Renewables industry calls on Boris Johnson and PM candidates to host emergency energy crisis talks

The Association for Renewable Energy and Clean Technology (REA) has implored exiting Prime Minister Boris Johnson to meet with leadership candidates Liz Truss and Rishi Sunak to host an “emergency summit” to tackle soaring energy costs.

Renewables industry calls on Boris Johnson and PM candidates to host emergency energy crisis talks

The 7.3MW Creacombe community solar farm. Image: CORE

While the exiting Prime Minister Boris Johnson enjoys yet another holiday, leadership candidates Truss and Sunak have so far failed to articulate how they would tackle the rising costs of energy bills, which are expected to surpass the £4,200 early next year.

In response, the REA is calling on Johnson and the two leadership candidates to meet at an emergency energy crisis summit to deliver “real clarity combined with collective and decisive leadership” in order to avoid the “crushing cost of living consequences” and “spiralling inflation across the supply chain”.
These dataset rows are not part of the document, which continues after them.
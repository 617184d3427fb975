#include "jacobian.hpp"

#include <algorithm>

namespace triaxcal::detail {

bool residuals(const Prepared& p, const Evaluator& ev, Eigen::VectorXd& d) {
  d.resize(p.points);
  Eigen::Index k = 0;
  for (std::size_t t = 0; t < p.tests.size(); ++t) {
    const auto& o = ev.outcome(static_cast<int>(t));
    if (!o.ok) return false;
    std::size_t i = 0;
    for (const auto& c : p.tests[t].curves)
      for (std::size_t j = 0; j < c.xs.size(); ++j, ++i) d[k++] = o.simulated[i] - c.ys[j];
  }
  return true;
}

int jacobian(const Prepared& p, const std::vector<double>& unit, const Eigen::VectorXd& d0, double h,
             Differences scheme, const std::vector<SubstepPlan>* plans, const JobRunner& run, Eigen::MatrixXd& J,
             std::vector<bool>& have) {
  const std::size_t n = p.free.size();
  // Job 2k: u_k + h (u_k - h at the upper bound for forward differences); job 2k + 1: u_k - h
  // (central only). Steps are cut at the bounds of the unit box.
  const bool central = scheme == Differences::central;
  const int per = central ? 2 : 1;
  const int jobs = per * static_cast<int>(n);
  std::vector<std::vector<double>> at(static_cast<std::size_t>(jobs), unit);
  std::vector<Eigen::VectorXd> shifted(static_cast<std::size_t>(jobs));
  std::vector<char> ok(static_cast<std::size_t>(jobs), 0);
  for (std::size_t k = 0; k < n; ++k) {
    const double up = std::min(1.0, unit[k] + h), down = std::max(0.0, unit[k] - h);
    if (central) {
      at[2 * k][k] = up;
      at[2 * k + 1][k] = down;
    } else {
      at[k][k] = up > unit[k] ? up : down;
    }
  }
  run(jobs, [&](int job, Evaluator& ev) {
    const auto i = static_cast<std::size_t>(job);
    const bool built = ev.simulate(p.values(at[i]), plans != nullptr ? PlanMode::replay : PlanMode::none, plans);
    ok[i] = built && residuals(p, ev, shifted[i]) ? 1 : 0;
  });
  J.setZero(p.points, static_cast<Eigen::Index>(n));
  have.assign(n, true);
  for (std::size_t k = 0; k < n; ++k) {
    const auto col = static_cast<Eigen::Index>(k);
    if (central) {
      const std::size_t a = 2 * k, b = 2 * k + 1;
      const double ua = at[a][k], ub = at[b][k];
      if (ok[a] && ok[b] && ua != ub) {
        J.col(col) = (shifted[a] - shifted[b]) / (ua - ub);
        continue;
      }
      if (ok[a] && ua != unit[k]) {
        J.col(col) = (shifted[a] - d0) / (ua - unit[k]);
        continue;
      }
      if (ok[b] && ub != unit[k]) {
        J.col(col) = (d0 - shifted[b]) / (unit[k] - ub);
        continue;
      }
    } else if (ok[k] && at[k][k] != unit[k]) {
      J.col(col) = (shifted[k] - d0) / (at[k][k] - unit[k]);
      continue;
    }
    have[k] = false;
  }
  return jobs;
}

}  // namespace triaxcal::detail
Writing to the Prime Minister and the Conservative leadership candidates, Dr Nina Skorupska CBE FEI, Chief Executive at the Association for Renewable Energy and Clean Technology (REA), said: “Every week that goes by is precious time that is being lost. There needs to be real clarity combined with collective and decisive leadership – the country simply cannot afford to wait another month. That is why the REA echoes the calls for a crisis summit and the delivery of an emergency package of support.”

The REA argues that the Conservative leadership contest has taken place at a time when urgent policy intervention is required to tackle energy costs.

New research published on Tuesday (9 August) by Cornwall Insight has warned that household energy bill costs could surpass £4,200 early next year, bringing in fresh concerns that the UK is failing to respond to the energy cost and supply crises.

Building on those headline figures, analysis by the Energy and Climate Intelligence Unit (ECIU) has found that houses performing poorly on energy efficiency could face energy bills almost £1,000 higher than what the Government is targeting as a minimum standard for energy efficient buildings, prompting fresh calls for policy intervention to combat the energy cost crisis.

The ECIU has found that homes rated band F on the Energy Performance Certificate (EPC) system will likely have to pay gas bills that are £968 higher than those rated band C. The Government is notably aiming for the UK’s housing stock to reach a minimum on band C by 2035.

An ECO extension has been advocated by groups including the Sustainable Energy Association, Construction Leadership Council, National Insulation Association and EDF. However, to date, the Government has kicked the metaphorical can down the road on extending ECO. The current scheme ran out at the end of March 2022 and its next phase, due to run through to 2026, is yet to be finalised. The ECIU found that energy efficiency schemes such as ECO have contributed to savings of £1.2bn annually under the current cost of energy.

Solar scuffle

The REA has also hit back at Liz Truss’s claims that solar farm projects and developments should be replaced in favour of crops and livestock.

During the leadership campaign, Truss has been vocal of her displeasure around solar farms, labelling them as “depressing sights” and “paraphernalia”.

The REA warns that this is undermining the solar industry, which is concerned that more restrictive policies may be introduced in the future if Truss becomes Prime Minister. The Association notes that solar farms are planned and built in conjunction with crops and livestock and often provide co-benefits. Indeed, the independent National Food Strategy Review concluded that solar projects do not present a risk to the UK’s food security.

Mark Sommerfeld, Head of Power and Flexibility at the Association for Renewable Energy and Clean Technology (REA), said: “The language used so far over the course of the Conservative leadership race regarding solar and land use is deeply concerning, and the REA urges the candidates to recognise that solar farms do not encroach on agricultural land.

“The solar industry aims to work in conjunction with, not against, agricultural use of land, commonly by either building on marginal land or ensuring multi-land use applications. In doing so, it provides additional revenue to farmers – supplementing, not stopping, more traditional livestock and arable farming activities.

“Pledging to change planning laws to restrict further solar development would pose a serious threat to the jobs and investment created by the solar industry. It would undermine the UK’s ability to reach Net Zero and keep us locked in to expensive fossil fuels at a huge cost to households and businesses. Delivering more solar projects is not only an environmental imperative, but an economic one too.”